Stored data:
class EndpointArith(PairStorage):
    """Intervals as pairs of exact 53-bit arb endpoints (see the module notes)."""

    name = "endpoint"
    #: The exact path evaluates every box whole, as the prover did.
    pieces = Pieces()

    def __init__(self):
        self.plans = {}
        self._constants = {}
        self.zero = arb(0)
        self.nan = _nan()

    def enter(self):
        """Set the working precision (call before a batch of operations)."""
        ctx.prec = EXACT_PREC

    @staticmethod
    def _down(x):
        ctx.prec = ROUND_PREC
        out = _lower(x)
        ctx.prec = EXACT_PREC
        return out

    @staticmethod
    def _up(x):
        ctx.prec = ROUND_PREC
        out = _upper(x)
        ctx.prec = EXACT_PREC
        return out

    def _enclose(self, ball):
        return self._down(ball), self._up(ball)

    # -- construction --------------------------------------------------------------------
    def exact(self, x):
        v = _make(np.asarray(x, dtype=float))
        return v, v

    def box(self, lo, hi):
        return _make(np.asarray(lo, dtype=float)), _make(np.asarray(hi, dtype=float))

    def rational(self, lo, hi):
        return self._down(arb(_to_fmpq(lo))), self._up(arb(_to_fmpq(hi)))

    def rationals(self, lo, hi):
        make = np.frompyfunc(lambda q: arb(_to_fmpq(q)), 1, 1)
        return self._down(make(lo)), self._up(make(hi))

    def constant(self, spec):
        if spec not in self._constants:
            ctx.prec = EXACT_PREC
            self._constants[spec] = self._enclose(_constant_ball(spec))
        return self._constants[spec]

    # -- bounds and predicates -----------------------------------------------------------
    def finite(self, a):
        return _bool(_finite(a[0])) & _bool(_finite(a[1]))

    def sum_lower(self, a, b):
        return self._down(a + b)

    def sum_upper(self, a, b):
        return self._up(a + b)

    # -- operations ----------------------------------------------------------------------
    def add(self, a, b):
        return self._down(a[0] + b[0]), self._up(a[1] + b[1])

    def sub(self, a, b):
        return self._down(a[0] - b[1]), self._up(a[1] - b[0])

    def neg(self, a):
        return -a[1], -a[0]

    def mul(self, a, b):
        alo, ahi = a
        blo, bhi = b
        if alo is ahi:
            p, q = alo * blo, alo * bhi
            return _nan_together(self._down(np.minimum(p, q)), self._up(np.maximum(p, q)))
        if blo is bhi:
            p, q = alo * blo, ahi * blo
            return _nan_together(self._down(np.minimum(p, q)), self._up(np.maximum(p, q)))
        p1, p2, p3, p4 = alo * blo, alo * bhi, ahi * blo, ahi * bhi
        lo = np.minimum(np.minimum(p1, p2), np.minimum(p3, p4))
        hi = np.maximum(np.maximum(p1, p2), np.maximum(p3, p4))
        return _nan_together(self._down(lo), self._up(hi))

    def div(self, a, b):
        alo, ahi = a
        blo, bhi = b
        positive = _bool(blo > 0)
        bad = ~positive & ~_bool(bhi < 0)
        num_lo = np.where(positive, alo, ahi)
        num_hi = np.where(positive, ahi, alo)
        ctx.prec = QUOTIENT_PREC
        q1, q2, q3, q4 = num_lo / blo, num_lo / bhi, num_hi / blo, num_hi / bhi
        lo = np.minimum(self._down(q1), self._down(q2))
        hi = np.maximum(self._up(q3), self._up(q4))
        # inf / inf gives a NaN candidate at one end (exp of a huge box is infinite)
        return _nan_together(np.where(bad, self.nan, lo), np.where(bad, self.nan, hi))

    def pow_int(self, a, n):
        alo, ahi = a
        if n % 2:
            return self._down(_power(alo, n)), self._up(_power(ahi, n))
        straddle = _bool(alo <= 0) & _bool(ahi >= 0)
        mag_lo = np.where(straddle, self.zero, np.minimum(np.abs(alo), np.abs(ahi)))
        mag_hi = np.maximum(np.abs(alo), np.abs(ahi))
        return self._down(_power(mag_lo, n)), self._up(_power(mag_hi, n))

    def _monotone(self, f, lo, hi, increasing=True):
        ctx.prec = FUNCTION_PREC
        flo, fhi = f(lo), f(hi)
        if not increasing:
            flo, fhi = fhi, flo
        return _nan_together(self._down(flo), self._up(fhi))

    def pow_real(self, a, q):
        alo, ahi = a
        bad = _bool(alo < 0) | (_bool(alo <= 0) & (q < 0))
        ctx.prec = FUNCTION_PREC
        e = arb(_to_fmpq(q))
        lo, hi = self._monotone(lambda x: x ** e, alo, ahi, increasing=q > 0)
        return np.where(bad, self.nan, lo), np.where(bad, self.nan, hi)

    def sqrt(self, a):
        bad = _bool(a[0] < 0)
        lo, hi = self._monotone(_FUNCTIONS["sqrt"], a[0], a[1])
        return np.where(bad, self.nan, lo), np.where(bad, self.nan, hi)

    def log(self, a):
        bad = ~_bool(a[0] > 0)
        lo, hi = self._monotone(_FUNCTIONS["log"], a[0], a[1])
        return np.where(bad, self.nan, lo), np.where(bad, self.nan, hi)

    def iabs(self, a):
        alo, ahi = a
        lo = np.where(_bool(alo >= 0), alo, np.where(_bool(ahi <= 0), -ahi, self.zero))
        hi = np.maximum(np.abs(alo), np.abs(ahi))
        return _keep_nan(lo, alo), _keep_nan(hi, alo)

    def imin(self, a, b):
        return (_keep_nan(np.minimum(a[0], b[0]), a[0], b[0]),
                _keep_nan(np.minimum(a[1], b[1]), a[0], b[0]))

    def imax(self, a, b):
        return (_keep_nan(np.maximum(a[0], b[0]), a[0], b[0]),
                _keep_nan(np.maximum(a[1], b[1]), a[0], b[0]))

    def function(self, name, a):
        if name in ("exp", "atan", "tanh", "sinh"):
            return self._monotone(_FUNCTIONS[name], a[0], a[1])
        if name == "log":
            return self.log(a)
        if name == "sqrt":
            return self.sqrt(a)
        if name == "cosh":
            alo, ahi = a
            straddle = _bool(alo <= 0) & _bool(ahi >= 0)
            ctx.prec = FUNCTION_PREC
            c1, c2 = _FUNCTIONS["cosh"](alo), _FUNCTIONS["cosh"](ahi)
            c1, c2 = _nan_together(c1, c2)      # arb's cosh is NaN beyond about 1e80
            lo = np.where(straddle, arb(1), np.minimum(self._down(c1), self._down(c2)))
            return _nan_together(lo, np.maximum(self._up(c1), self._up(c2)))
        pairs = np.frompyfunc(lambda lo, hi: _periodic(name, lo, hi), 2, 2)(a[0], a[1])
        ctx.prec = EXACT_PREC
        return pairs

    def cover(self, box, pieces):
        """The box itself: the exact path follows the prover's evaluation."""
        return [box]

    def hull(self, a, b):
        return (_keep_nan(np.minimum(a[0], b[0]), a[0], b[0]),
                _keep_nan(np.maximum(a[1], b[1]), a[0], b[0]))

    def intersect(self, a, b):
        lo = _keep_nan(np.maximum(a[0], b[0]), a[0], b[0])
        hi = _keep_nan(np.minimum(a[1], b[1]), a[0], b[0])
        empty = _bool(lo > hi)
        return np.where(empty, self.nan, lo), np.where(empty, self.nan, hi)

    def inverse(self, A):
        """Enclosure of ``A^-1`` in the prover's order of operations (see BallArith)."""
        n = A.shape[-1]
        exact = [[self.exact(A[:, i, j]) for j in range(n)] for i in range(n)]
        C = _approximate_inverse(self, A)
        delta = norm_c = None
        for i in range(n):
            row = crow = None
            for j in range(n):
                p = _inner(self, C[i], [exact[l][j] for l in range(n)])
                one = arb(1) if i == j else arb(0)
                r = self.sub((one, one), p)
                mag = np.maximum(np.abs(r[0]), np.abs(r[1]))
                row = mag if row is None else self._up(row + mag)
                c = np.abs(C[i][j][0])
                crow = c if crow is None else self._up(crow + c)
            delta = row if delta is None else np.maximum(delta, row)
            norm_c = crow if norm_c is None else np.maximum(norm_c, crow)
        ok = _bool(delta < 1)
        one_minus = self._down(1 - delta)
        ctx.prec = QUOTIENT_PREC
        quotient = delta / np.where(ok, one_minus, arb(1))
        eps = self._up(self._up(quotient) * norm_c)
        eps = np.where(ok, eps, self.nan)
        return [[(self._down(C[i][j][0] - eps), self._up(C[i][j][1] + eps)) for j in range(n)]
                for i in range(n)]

--

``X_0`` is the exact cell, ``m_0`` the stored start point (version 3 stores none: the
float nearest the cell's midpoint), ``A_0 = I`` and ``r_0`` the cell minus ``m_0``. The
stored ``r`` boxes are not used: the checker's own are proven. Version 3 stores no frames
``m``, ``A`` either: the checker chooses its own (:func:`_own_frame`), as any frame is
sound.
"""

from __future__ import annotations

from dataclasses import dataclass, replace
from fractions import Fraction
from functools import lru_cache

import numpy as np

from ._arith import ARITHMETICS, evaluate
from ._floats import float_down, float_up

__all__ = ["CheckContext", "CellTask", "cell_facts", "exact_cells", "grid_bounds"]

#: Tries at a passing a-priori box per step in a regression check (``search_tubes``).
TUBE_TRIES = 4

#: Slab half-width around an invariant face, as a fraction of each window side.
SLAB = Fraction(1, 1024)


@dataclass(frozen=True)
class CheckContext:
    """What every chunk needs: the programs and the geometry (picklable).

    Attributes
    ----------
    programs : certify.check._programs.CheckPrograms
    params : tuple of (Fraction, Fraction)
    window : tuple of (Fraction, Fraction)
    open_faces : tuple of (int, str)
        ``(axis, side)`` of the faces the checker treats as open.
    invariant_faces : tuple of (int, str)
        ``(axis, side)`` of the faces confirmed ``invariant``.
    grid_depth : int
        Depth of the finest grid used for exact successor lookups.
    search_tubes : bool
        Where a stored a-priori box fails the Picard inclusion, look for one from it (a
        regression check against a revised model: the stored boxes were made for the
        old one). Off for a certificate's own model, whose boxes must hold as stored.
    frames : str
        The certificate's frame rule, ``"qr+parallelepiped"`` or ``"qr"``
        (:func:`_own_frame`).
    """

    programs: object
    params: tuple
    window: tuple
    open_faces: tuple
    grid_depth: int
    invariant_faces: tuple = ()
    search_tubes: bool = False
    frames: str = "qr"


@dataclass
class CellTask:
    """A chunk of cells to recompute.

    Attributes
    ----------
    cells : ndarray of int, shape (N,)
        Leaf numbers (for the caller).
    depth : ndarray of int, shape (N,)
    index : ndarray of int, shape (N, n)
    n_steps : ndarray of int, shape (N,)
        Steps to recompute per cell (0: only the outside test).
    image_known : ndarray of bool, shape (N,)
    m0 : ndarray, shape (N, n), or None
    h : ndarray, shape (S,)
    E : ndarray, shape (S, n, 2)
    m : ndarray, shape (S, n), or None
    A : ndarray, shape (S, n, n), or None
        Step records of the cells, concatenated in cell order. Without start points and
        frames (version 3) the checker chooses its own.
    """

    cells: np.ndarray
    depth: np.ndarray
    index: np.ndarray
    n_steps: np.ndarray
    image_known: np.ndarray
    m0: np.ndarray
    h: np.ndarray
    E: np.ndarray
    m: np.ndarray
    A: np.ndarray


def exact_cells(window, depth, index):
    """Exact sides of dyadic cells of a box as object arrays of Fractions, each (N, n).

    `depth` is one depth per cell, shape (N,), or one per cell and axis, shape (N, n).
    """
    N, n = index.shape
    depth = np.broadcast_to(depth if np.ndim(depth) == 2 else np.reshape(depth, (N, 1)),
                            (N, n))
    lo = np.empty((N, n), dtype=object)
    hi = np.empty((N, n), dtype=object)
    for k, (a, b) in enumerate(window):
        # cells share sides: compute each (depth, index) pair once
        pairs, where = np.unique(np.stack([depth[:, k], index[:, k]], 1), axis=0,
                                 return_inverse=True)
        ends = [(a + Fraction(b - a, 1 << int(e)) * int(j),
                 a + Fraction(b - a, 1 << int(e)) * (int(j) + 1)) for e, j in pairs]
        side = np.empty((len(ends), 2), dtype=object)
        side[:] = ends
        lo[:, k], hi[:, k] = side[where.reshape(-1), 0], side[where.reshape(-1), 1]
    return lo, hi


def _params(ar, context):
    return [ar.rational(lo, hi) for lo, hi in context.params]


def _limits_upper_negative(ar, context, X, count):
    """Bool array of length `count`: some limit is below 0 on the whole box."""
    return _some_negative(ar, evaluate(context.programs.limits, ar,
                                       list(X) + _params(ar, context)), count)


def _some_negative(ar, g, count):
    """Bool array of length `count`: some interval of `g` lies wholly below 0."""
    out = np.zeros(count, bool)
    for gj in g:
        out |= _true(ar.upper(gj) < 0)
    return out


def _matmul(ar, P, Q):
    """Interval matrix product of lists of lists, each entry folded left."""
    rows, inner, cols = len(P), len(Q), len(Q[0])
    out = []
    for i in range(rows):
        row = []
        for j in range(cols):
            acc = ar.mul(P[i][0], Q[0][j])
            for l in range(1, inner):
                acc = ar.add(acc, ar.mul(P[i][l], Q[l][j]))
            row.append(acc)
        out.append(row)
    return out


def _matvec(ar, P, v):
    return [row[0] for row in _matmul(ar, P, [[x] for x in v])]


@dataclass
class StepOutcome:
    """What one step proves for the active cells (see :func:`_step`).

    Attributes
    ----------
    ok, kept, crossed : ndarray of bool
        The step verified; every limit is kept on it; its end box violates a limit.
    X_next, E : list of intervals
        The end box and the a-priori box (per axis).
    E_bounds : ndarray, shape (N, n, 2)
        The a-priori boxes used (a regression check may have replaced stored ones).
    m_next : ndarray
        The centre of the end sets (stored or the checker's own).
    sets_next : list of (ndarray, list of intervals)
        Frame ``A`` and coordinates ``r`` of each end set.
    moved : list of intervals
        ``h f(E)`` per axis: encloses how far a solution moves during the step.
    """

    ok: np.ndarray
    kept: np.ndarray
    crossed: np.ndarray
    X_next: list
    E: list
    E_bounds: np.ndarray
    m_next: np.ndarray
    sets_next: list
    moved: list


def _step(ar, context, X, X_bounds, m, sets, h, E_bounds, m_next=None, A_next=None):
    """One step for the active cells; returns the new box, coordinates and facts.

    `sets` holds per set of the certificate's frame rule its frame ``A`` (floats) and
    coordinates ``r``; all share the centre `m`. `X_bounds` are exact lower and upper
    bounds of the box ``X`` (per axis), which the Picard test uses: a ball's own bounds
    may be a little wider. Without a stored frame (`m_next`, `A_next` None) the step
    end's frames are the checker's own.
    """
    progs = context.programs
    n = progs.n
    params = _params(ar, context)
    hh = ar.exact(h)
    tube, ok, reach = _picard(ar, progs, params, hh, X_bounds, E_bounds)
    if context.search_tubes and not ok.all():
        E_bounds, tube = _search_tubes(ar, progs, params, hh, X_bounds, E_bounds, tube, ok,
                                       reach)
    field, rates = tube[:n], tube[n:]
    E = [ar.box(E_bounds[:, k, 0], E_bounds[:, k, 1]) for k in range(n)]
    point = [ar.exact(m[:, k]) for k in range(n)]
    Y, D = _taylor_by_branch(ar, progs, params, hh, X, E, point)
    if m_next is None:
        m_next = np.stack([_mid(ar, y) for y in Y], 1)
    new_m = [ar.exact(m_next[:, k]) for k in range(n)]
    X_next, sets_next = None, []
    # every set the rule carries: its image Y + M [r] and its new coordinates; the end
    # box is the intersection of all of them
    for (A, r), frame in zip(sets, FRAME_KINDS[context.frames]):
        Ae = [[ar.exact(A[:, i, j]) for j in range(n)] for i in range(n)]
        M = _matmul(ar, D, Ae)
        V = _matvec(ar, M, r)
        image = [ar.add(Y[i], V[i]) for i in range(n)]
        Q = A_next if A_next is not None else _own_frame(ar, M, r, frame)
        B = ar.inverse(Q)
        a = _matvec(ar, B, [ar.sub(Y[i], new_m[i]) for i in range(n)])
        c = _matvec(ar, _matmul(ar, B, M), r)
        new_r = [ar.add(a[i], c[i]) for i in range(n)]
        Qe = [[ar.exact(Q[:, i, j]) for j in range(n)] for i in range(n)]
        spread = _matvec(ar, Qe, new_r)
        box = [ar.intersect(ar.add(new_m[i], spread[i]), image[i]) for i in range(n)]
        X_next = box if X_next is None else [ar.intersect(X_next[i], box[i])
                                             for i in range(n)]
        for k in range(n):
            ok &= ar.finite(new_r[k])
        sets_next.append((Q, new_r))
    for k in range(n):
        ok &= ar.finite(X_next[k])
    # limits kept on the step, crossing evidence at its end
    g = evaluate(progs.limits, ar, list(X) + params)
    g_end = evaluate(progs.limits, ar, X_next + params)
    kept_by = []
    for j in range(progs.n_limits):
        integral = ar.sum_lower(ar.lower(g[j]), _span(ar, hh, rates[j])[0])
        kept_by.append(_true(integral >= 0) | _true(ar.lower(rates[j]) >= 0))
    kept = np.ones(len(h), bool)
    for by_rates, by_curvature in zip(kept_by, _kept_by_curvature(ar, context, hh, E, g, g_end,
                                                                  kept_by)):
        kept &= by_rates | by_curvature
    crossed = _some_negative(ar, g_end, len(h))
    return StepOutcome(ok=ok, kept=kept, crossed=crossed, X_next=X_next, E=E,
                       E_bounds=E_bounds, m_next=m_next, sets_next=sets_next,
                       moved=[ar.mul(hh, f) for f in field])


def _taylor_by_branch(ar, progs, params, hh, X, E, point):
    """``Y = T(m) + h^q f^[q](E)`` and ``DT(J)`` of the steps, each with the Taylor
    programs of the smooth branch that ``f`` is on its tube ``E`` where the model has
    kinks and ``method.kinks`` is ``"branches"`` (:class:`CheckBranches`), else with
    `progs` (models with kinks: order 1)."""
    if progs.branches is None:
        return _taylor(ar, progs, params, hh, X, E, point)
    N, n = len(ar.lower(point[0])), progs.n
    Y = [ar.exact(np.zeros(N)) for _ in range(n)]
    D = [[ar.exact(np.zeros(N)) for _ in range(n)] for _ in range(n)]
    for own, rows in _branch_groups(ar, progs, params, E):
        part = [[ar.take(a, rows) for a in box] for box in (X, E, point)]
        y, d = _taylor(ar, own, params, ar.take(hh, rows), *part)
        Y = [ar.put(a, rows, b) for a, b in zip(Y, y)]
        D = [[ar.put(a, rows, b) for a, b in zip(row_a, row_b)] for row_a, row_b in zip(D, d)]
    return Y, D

* **ACTIVITY**: Which lines above contain the word "What"? Copy each of them.

* **REPLY**:
    """What every chunk needs: the programs and the geometry (picklable).
    """What one step proves for the active cells (see :func:`_step`).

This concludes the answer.